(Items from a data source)
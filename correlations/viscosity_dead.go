package correlations

import (
	"fmt"
	"math"
)

// checkDeadOil validates the inputs of the dead-oil viscosity correlations. The equations
// raise °F temperatures to powers and take log10(API), so both must be positive; the upper
// limits catch unit slips (°C or K for °F, specific gravity for API).
func checkDeadOil(o Oil) error {
	if !(o.API > 1 && o.API <= 100) {
		return inputError("API", o.API, "1 < API ≤ 100 °API")
	}
	if !(o.Temperature > 0 && o.Temperature <= 600) {
		return inputError("temperature", o.Temperature, "0 < T ≤ 600 °F")
	}
	return nil
}

// positive returns v when it is a finite positive viscosity and an error otherwise: a
// correlation evaluated far outside its data can give zero or negative values.
func positive(id string, v float64) (float64, error) {
	v, err := finite(v)
	if err != nil {
		return 0, err
	}
	if !(v > 0) {
		return 0, fmt.Errorf("%w: %s gives a non-positive viscosity (%g cP) for these inputs", ErrInput, id, v)
	}
	return v, nil
}

// BealDeadViscosity returns the dead-oil viscosity in cP at o.Temperature (°F) from the
// stock-tank gravity o.API, after Beal, C. (1946), "The Viscosity of Air, Water, Natural Gas,
// Crude Oil and Its Associated Gases at Oil Field Temperatures and Pressures", Trans. AIME
// 165: 94–115, in the equation that Standing (Volumetric and Phase Behavior of Oil Field
// Hydrocarbon Systems, SPE, 1977/1981) fitted to Beal's chart:
//
//	μod = (0.32 + 1.8e7/API^4.53)·(360/(T + 200))^a,  a = 10^(0.43 + 8.33/API)
//
// Beal's gas-free crudes: 10.1–52.5 °API, about 98–250 °F. For oils below 14 °API above
// about 220 °F the fit is not monotonic in API (a heavier oil comes out less viscous).
func BealDeadViscosity(o Oil) (float64, error) {
	if err := checkDeadOil(o); err != nil {
		return 0, err
	}
	a := pow10(0.43 + 8.33/o.API)
	mu := (0.32 + 1.8e7/math.Pow(o.API, 4.53)) * math.Pow(360/(o.Temperature+200), a)
	return positive("beal", mu)
}

// BeggsRobinsonDeadViscosity returns the dead-oil viscosity in cP at o.Temperature (°F),
// after Beggs, H.D. and Robinson, J.R. (1975), "Estimating the Viscosity of Crude Oil
// Systems", J. Petrol. Technol. 27 (9): 1140–1141 (SPE 5434):
//
//	μod = 10^X − 1,  X = 10^(3.0324 − 0.02023·API)·T^−1.163
//
// 460 dead-oil observations, 16–58 °API, 70–295 °F.
func BeggsRobinsonDeadViscosity(o Oil) (float64, error) {
	if err := checkDeadOil(o); err != nil {
		return 0, err
	}
	x := pow10(3.0324-0.02023*o.API) * math.Pow(o.Temperature, -1.163)
	return positive("beggs-robinson", pow10(x)-1)
}

// GlasoDeadViscosity returns the dead-oil viscosity in cP at o.Temperature (°F), after
// Glasø, Ø. (1980), "Generalized Pressure-Volume-Temperature Correlations", J. Petrol.
// Technol. 32 (5): 785–795 (SPE 8016):
//
//	μod = 3.141e10·T^−3.444·(log10 API)^a,  a = 10.313·log10(T) − 36.447
//
// North Sea oils, 20.1–48.1 °API, 50–300 °F.
func GlasoDeadViscosity(o Oil) (float64, error) {
	if err := checkDeadOil(o); err != nil {
		return 0, err
	}
	a := 10.313*math.Log10(o.Temperature) - 36.447
	mu := 3.141e10 * math.Pow(o.Temperature, -3.444) * math.Pow(math.Log10(o.API), a)
	return positive("glaso", mu)
}

// EgbogahNgDeadViscosity returns the dead-oil viscosity in cP at o.Temperature (°F), after
// Egbogah, E.O. and Ng, J.T. (1990), "An Improved Temperature-Viscosity Correlation for
// Crude Oil Systems", J. Petrol. Sci. Eng. 4 (3): 197–200:
//
//	log10(log10(μod + 1)) = 1.8653 − 0.025086·API − 0.5644·log10(T)
//
// 394 oil systems, 5–58 °API, 59–176 °F.
func EgbogahNgDeadViscosity(o Oil) (float64, error) {
	if err := checkDeadOil(o); err != nil {
		return 0, err
	}
	x := pow10(1.8653 - 0.025086*o.API - 0.5644*math.Log10(o.Temperature))
	return positive("egbogah-ng", pow10(x)-1)
}

// KartoatmodjoSchmidtDeadViscosity returns the dead-oil viscosity in cP at o.Temperature
// (°F), after Kartoatmodjo, T. and Schmidt, Z. (1994), "Large Data Bank Improves Crude
// Physical Property Correlations", Oil and Gas Journal 92 (27): 51–55:
//
//	μod = 16e8·T^−2.8177·(log10 API)^(5.7526·log10(T) − 26.9718)
//
// 661 crude samples (mostly Indonesian), 14.4–59 °API, 80–320 °F.
func KartoatmodjoSchmidtDeadViscosity(o Oil) (float64, error) {
	if err := checkDeadOil(o); err != nil {
		return 0, err
	}
	a := 5.7526*math.Log10(o.Temperature) - 26.9718
	mu := 16e8 * math.Pow(o.Temperature, -2.8177) * math.Pow(math.Log10(o.API), a)
	return positive("kartoatmodjo-schmidt", mu)
}

// PetroskyFarshadDeadViscosity returns the dead-oil viscosity in cP at o.Temperature (°F),
// after Petrosky, G.E. Jr. and Farshad, F.F. (1995), "Viscosity Correlations for Gulf of
// Mexico Crude Oils", SPE 29468:
//
//	μod = 2.3511e7·T^−2.10255·(log10 API)^X,  X = 4.59388·log10(T) − 22.82792
//
// Gulf of Mexico oils, 25.4–46.1 °API, 114–288 °F.
func PetroskyFarshadDeadViscosity(o Oil) (float64, error) {
	if err := checkDeadOil(o); err != nil {
		return 0, err
	}
	x := 4.59388*math.Log10(o.Temperature) - 22.82792
	mu := 2.3511e7 * math.Pow(o.Temperature, -2.10255) * math.Pow(math.Log10(o.API), x)
	return positive("petrosky-farshad", mu)
}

◆ WORK TO BE COMPLETED: Could you copy every line from the records that mentions the word "inputError"?

◆ ANSWER TO THIS TASK:
		return inputError("API", o.API, "1 < API ≤ 100 °API")
		return inputError("temperature", o.Temperature, "0 < T ≤ 600 °F")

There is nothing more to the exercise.